-- Opening Marker --

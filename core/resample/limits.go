package resample

import (
	"math"

	"gonum.org/v1/gonum/stat/distuv"
)

// Interval has the limits of a gap, proportions.
type Interval struct{ Low, High float64 }

// Mirror is the interval of total minus the quantity.
func (i Interval) Mirror(total float64) Interval { return Interval{total - i.High, total - i.Low} }

// Hull is the smallest interval that holds both.
func (i Interval) Hull(other Interval) Interval {
	return Interval{math.Min(i.Low, other.Low), math.Max(i.High, other.High)}
}

// StudentT is the two-sided quantile of Student's t with n-1 degrees of
// freedom at the level: 0.95 gives the 97.5% quantile.
func StudentT(n int, level float64) float64 {
	t := distuv.StudentsT{Mu: 0, Sigma: 1, Nu: float64(n - 1)}
	return -t.Quantile((1 - level) / 2)
}

// RatioLimits are the limits of curve share over counted share: the weights
// at which the interval of curve share - weight·counted share still holds 0
// (Fieller 1954), given the estimated ratio and the interval at any weight.
// In a small sample these weights need not be one run: the limits are those of
// the run around the ratio, and on its side of 1 where the gap's interval lies
// on one side of 0. A high limit of nil says that there is none, because the
// counted share can't be told from zero.
func RatioLimits(ratio float64, interval func(weight float64) Interval) (low, high *float64) {
	const smallest, largest = 1e-9, 1e6
	above := func(weight float64) bool { return interval(weight).Low > 0 }
	below := func(weight float64) bool { return interval(weight).High < 0 }

	low = new(float64)
	bottom := ratio * smallest
	if ratio > 1 && above(1) {
		bottom = 1
	}
	if above(bottom) {
		*low = border(ratio, bottom, above)
	}
	inside, reach := ratio, math.Max(ratio, 1e-12)*2
	if ratio < 1 && below(1) {
		reach = 1
	}
	for !below(reach) {
		if reach > ratio*largest {
			return low, nil
		}
		inside, reach = reach, reach*2
	}
	top := border(inside, reach, below)
	return low, &top
}

// border is the last number, on the way from inside to out, that isn't out:
// found by halving the way, again and again.
func border(inside, out float64, isOut func(float64) bool) float64 {
	for range 100 {
		if middle := (inside + out) / 2; isOut(middle) {
			out = middle
		} else {
			inside = middle
		}
	}
	return inside
}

-- Closing Marker --

### EXERCISE DESCRIPTION
The records above are to be restated word for word.

### EXERCISE RESULT
filename core/resample/limits.go
package resample

import (
	"math"

	"gonum.org/v1/gonum/stat/distuv"
)

// Interval has the limits of a gap, proportions.
type Interval struct{ Low, High float64 }

// Mirror is the interval of total minus the quantity.
func (i Interval) Mirror(total float64) Interval { return Interval{total - i.High, total - i.Low} }

// Hull is the smallest interval that holds both.
func (i Interval) Hull(other Interval) Interval {
	return Interval{math.Min(i.Low, other.Low), math.Max(i.High, other.High)}
}

// StudentT is the two-sided quantile of Student's t with n-1 degrees of
// freedom at the level: 0.95 gives the 97.5% quantile.
func StudentT(n int, level float64) float64 {
	t := distuv.StudentsT{Mu: 0, Sigma: 1, Nu: float64(n - 1)}
	return -t.Quantile((1 - level) / 2)
}

// RatioLimits are the limits of curve share over counted share: the weights
// at which the interval of curve share - weight·counted share still holds 0
// (Fieller 1954), given the estimated ratio and the interval at any weight.
// In a small sample these weights need not be one run: the limits are those of
// the run around the ratio, and on its side of 1 where the gap's interval lies
// on one side of 0. A high limit of nil says that there is none, because the
// counted share can't be told from zero.
func RatioLimits(ratio float64, interval func(weight float64) Interval) (low, high *float64) {
	const smallest, largest = 1e-9, 1e6
	above := func(weight float64) bool { return interval(weight).Low > 0 }
	below := func(weight float64) bool { return interval(weight).High < 0 }

	low = new(float64)
	bottom := ratio * smallest
	if ratio > 1 && above(1) {
		bottom = 1
	}
	if above(bottom) {
		*low = border(ratio, bottom, above)
	}
	inside, reach := ratio, math.Max(ratio, 1e-12)*2
	if ratio < 1 && below(1) {
		reach = 1
	}
	for !below(reach) {
		if reach > ratio*largest {
			return low, nil
		}
		inside, reach = reach, reach*2
	}
	top := border(inside, reach, below)
	return low, &top
}

// border is the last number, on the way from inside to out, that isn't out:
// found by halving the way, again and again.
func border(inside, out float64, isOut func(float64) bool) float64 {
	for range 100 {
		if middle := (inside + out) / 2; isOut(middle) {
			out = middle
		} else {
			inside = middle
		}
	}
	return inside
}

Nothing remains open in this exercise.